(Beginning of Input records)
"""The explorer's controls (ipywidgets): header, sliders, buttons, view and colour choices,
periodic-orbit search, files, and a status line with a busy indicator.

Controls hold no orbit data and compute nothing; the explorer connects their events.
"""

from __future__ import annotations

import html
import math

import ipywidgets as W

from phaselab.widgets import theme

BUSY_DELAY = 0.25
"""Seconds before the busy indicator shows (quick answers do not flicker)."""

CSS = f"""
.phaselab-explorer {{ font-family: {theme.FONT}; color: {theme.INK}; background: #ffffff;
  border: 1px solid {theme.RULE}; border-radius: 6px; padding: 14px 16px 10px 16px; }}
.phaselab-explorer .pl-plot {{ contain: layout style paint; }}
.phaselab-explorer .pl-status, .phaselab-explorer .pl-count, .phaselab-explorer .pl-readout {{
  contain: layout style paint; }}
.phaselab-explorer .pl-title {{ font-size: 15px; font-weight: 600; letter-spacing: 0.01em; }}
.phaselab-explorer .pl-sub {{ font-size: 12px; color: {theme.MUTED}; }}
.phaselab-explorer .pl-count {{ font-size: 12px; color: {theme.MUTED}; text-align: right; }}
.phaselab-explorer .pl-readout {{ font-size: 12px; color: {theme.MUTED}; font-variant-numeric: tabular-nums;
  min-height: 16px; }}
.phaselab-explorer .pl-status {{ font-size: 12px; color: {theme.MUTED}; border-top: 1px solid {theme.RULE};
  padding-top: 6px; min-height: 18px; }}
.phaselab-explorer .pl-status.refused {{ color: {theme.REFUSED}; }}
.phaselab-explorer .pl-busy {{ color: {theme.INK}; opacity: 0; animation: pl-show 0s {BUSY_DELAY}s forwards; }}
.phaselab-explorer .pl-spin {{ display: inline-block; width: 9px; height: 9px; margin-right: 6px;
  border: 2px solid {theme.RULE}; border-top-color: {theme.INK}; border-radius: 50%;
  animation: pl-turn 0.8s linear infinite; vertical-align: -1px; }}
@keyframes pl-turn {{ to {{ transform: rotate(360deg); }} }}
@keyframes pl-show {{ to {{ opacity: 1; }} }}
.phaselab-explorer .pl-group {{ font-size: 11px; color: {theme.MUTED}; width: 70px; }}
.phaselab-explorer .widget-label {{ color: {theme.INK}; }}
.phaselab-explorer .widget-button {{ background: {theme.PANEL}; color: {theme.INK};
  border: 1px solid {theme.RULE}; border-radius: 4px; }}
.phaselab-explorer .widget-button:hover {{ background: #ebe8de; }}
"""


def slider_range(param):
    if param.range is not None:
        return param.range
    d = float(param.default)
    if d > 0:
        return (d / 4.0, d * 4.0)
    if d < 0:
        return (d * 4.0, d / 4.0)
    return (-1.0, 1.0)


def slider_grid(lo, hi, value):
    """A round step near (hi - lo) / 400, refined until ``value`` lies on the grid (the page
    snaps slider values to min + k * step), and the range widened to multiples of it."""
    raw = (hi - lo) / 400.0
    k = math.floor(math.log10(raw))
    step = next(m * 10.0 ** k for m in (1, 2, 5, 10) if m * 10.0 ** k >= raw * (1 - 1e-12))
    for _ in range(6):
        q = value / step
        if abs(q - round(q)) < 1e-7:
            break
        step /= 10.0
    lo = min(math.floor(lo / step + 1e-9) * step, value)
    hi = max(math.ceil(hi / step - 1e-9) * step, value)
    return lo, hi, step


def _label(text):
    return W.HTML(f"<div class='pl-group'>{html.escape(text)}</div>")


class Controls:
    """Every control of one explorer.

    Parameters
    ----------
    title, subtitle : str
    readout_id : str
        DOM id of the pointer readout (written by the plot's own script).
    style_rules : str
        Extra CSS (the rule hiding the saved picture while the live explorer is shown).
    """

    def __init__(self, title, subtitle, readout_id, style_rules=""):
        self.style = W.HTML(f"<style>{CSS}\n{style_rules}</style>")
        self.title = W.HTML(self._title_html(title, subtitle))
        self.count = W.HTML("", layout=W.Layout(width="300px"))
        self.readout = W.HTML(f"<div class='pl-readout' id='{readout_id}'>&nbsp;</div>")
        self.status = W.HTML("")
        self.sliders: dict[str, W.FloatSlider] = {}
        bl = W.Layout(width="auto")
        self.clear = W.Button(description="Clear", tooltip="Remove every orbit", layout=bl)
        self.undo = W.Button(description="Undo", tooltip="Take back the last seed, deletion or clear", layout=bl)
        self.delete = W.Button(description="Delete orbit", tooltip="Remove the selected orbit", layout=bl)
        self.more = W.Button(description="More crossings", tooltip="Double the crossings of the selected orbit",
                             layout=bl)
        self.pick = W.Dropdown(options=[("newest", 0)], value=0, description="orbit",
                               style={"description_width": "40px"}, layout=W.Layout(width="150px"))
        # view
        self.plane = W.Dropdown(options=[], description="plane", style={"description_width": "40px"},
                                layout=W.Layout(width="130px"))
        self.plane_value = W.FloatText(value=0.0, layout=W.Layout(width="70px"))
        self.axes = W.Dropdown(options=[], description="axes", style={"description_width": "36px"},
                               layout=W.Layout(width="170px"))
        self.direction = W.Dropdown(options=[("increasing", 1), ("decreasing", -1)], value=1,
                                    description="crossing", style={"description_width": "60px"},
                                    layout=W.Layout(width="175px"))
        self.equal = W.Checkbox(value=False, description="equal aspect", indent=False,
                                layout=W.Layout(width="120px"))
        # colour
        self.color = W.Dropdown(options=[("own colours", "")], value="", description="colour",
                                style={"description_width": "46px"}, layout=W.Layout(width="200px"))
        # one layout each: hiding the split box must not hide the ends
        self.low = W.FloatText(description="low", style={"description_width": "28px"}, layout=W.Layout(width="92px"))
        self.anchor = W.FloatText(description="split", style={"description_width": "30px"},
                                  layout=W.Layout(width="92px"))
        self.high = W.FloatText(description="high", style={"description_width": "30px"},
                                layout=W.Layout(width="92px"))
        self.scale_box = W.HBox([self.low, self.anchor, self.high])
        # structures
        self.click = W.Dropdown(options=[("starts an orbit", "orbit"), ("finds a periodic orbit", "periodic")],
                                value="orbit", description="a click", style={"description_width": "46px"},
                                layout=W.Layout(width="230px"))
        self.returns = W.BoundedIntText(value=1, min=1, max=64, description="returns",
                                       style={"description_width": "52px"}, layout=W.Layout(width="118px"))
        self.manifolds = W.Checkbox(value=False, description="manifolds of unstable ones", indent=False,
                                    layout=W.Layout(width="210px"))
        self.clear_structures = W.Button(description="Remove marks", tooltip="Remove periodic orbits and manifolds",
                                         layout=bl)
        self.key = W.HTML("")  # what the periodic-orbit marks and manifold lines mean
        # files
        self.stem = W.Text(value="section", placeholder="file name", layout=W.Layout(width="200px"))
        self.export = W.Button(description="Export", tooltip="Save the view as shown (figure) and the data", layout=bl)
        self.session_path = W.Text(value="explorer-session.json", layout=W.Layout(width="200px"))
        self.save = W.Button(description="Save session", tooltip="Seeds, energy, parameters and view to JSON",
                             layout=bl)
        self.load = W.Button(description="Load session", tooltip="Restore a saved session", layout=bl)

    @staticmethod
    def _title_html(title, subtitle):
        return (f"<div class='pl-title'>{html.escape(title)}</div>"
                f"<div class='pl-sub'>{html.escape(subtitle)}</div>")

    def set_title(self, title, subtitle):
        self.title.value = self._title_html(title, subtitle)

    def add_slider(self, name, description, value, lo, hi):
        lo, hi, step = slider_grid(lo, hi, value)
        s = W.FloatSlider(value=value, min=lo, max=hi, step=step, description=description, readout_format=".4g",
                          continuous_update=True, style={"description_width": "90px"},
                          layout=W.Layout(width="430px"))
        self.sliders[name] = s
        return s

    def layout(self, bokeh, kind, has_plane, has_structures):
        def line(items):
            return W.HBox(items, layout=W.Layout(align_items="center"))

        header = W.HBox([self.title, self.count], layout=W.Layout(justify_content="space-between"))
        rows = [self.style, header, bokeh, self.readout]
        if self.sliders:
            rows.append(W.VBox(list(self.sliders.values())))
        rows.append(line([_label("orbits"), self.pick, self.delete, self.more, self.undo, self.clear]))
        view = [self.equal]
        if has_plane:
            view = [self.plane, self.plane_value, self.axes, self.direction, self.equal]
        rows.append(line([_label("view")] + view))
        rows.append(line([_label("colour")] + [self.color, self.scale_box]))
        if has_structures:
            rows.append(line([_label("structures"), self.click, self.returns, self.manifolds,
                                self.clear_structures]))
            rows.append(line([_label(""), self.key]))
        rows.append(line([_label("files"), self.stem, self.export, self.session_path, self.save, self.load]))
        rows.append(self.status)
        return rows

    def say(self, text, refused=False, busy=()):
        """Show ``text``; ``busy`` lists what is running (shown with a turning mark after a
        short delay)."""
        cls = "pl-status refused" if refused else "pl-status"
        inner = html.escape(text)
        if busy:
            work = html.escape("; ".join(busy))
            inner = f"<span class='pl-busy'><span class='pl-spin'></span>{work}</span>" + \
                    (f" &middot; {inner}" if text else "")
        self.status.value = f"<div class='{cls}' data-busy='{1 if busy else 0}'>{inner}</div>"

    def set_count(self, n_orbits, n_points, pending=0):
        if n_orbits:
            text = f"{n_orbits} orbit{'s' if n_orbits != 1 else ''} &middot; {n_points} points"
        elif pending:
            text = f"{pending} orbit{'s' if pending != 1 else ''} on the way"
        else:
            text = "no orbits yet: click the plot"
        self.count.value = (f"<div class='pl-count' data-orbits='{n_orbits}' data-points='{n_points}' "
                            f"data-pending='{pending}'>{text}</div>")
(End of Input records)
(Task directions) An exact copy of the lines above, from the one containing "mark after a" down to the one containing "orbits yet: click" and including both, is the whole answer; retype it and nothing else.

(Response to the task)
        """Show ``text``; ``busy`` lists what is running (shown with a turning mark after a
        short delay)."""
        cls = "pl-status refused" if refused else "pl-status"
        inner = html.escape(text)
        if busy:
            work = html.escape("; ".join(busy))
            inner = f"<span class='pl-busy'><span class='pl-spin'></span>{work}</span>" + \
                    (f" &middot; {inner}" if text else "")
        self.status.value = f"<div class='{cls}' data-busy='{1 if busy else 0}'>{inner}</div>"

    def set_count(self, n_orbits, n_points, pending=0):
        if n_orbits:
            text = f"{n_orbits} orbit{'s' if n_orbits != 1 else ''} &middot; {n_points} points"
        elif pending:
            text = f"{pending} orbit{'s' if pending != 1 else ''} on the way"
        else:
            text = "no orbits yet: click the plot"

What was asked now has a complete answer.